╭─ Supplied records

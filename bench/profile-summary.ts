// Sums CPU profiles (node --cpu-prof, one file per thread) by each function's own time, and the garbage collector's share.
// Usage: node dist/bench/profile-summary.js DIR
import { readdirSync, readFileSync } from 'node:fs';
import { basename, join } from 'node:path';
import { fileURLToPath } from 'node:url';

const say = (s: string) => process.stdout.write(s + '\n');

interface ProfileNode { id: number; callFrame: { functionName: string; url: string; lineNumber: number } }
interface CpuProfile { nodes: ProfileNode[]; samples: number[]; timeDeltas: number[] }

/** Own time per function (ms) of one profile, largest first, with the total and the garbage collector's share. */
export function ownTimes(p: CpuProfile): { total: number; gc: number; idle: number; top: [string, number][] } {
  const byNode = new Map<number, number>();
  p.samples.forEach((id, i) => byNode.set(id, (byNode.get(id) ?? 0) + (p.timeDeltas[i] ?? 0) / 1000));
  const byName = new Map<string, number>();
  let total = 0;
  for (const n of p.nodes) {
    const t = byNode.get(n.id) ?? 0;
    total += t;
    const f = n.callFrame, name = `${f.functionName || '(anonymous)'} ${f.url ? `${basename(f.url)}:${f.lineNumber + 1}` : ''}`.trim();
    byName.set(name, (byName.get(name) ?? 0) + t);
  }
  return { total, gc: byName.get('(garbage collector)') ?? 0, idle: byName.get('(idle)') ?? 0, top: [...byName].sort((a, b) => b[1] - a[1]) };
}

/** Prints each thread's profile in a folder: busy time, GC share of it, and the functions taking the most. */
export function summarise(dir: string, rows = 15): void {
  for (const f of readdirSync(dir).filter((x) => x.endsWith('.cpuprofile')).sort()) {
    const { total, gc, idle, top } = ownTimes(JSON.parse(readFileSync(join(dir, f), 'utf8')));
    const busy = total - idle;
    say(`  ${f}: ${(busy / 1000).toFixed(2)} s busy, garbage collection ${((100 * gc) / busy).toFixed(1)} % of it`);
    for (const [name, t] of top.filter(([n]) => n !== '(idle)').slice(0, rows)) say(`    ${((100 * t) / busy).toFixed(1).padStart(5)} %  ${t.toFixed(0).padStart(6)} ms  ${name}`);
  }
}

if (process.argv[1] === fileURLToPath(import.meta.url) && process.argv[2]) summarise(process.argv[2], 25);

╰─

Using the records above, set down exactly the lines from the one with "ownTimes(JSON.parse(readFileSync(join(dir, f), 'utf8')));" through the one with "s busy, garbage", inclusive, and nothing more.

Response below:
    const { total, gc, idle, top } = ownTimes(JSON.parse(readFileSync(join(dir, f), 'utf8')));
    const busy = total - idle;
    say(`  ${f}: ${(busy / 1000).toFixed(2)} s busy, garbage collection ${((100 * gc) / busy).toFixed(1)} % of it`);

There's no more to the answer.